Directions
Go through the listing below and output exactly the line with "is its title.", the line with "let mut title = String::new();", and each line between; omit the rest.

Exercise material
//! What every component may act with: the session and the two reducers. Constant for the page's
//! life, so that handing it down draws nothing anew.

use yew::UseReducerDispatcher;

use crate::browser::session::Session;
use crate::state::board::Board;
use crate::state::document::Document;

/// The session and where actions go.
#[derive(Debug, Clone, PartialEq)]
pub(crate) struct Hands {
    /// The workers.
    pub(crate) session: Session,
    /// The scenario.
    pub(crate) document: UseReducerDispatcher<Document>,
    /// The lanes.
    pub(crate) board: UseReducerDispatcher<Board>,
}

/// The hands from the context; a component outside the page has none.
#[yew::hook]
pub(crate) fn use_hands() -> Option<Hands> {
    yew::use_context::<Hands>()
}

==

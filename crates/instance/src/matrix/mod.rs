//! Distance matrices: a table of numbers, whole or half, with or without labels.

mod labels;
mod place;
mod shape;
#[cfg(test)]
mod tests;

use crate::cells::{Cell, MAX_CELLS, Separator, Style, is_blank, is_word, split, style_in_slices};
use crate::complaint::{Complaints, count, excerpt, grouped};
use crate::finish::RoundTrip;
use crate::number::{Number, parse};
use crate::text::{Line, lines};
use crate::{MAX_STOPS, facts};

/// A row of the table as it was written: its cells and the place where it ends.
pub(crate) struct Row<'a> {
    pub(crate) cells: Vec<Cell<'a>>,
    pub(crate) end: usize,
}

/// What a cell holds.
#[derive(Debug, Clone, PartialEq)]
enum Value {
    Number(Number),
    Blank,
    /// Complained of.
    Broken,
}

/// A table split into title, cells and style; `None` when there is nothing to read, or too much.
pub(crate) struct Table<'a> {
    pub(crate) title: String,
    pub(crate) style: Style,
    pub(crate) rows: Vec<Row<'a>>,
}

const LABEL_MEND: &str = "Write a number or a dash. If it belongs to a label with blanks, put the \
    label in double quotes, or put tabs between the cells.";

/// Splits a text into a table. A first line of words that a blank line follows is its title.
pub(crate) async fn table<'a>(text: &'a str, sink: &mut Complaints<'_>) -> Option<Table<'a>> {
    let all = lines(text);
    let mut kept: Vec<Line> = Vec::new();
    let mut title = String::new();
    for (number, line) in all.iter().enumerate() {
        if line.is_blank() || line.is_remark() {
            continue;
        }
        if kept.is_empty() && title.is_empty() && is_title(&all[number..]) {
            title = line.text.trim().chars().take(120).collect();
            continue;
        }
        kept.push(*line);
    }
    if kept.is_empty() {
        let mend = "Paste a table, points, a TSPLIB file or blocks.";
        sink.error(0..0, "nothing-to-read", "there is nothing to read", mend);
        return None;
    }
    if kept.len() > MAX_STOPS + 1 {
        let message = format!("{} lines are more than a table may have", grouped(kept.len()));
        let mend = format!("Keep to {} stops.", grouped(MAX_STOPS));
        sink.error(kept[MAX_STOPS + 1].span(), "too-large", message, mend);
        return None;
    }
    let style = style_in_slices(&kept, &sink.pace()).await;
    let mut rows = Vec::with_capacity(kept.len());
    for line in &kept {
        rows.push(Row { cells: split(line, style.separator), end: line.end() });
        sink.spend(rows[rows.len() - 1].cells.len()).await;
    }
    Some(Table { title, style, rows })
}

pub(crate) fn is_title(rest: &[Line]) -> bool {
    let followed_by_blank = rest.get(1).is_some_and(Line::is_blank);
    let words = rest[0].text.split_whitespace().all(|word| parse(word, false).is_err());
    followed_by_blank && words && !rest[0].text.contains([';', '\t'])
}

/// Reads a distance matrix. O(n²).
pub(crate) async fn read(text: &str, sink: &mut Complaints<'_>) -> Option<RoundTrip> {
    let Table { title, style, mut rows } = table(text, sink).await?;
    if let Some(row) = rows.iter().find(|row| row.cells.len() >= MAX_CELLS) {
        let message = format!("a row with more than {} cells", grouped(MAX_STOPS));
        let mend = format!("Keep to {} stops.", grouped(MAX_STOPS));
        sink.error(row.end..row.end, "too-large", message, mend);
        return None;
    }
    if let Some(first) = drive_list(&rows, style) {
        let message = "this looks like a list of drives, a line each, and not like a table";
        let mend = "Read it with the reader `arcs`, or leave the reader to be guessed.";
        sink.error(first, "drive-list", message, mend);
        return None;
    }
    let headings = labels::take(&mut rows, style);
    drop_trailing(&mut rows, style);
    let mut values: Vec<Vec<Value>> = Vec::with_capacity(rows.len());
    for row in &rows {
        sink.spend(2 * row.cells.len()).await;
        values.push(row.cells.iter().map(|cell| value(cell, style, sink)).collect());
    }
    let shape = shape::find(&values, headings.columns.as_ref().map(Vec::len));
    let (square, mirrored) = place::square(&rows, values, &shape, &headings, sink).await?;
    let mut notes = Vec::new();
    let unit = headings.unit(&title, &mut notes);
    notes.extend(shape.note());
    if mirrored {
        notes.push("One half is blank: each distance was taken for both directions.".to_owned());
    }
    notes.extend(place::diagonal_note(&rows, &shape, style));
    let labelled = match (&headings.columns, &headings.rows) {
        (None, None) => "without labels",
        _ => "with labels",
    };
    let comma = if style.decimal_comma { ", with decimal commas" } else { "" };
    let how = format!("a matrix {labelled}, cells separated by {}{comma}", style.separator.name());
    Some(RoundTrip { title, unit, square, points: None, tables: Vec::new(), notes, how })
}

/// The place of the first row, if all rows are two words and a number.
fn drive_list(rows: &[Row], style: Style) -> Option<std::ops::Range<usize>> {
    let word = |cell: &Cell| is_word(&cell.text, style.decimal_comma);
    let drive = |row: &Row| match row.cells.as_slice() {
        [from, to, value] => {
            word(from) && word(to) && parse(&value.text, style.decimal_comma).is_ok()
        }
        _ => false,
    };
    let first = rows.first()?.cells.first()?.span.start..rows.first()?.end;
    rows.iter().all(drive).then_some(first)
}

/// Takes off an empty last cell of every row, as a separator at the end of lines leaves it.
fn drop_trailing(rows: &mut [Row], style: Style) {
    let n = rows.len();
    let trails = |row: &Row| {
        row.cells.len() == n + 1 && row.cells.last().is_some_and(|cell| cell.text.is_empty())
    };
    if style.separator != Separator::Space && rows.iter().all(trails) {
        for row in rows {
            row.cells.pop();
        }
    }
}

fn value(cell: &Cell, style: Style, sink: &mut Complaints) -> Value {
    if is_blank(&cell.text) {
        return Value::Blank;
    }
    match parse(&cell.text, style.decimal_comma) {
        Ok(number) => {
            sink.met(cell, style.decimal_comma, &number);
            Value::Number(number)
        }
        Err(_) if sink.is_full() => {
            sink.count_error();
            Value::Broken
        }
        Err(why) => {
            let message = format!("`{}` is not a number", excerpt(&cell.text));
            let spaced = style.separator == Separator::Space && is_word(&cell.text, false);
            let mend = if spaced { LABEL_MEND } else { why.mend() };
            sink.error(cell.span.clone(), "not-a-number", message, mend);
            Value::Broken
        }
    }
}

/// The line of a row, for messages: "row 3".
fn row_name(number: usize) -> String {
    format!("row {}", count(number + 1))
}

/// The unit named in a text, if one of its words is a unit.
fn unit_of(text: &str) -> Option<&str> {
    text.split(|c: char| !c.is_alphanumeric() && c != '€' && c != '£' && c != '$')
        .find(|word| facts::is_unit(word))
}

==

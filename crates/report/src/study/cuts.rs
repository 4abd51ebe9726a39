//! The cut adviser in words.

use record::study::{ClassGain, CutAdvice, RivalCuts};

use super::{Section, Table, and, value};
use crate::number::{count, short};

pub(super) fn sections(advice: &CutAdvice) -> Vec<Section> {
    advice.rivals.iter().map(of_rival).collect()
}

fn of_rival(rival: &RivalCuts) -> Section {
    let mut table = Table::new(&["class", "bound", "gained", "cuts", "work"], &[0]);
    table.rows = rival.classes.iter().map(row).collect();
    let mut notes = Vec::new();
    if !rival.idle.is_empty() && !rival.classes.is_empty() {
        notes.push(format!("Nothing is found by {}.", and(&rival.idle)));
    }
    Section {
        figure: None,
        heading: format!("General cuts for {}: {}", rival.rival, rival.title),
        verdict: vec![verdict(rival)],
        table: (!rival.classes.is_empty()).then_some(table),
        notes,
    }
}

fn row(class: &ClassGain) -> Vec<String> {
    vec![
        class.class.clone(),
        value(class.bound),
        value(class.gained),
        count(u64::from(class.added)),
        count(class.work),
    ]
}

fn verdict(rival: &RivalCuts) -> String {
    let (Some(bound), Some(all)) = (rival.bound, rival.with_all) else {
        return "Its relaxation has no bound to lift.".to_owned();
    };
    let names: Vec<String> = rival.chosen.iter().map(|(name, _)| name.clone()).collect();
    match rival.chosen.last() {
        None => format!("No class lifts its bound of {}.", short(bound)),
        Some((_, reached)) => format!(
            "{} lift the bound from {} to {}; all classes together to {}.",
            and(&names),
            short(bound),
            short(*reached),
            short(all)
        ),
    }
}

Solution for this exercise
/// Splits a text into a table. A first line of words that a blank line follows is its title.
pub(crate) async fn table<'a>(text: &'a str, sink: &mut Complaints<'_>) -> Option<Table<'a>> {
    let all = lines(text);
    let mut kept: Vec<Line> = Vec::new();
    let mut title = String::new();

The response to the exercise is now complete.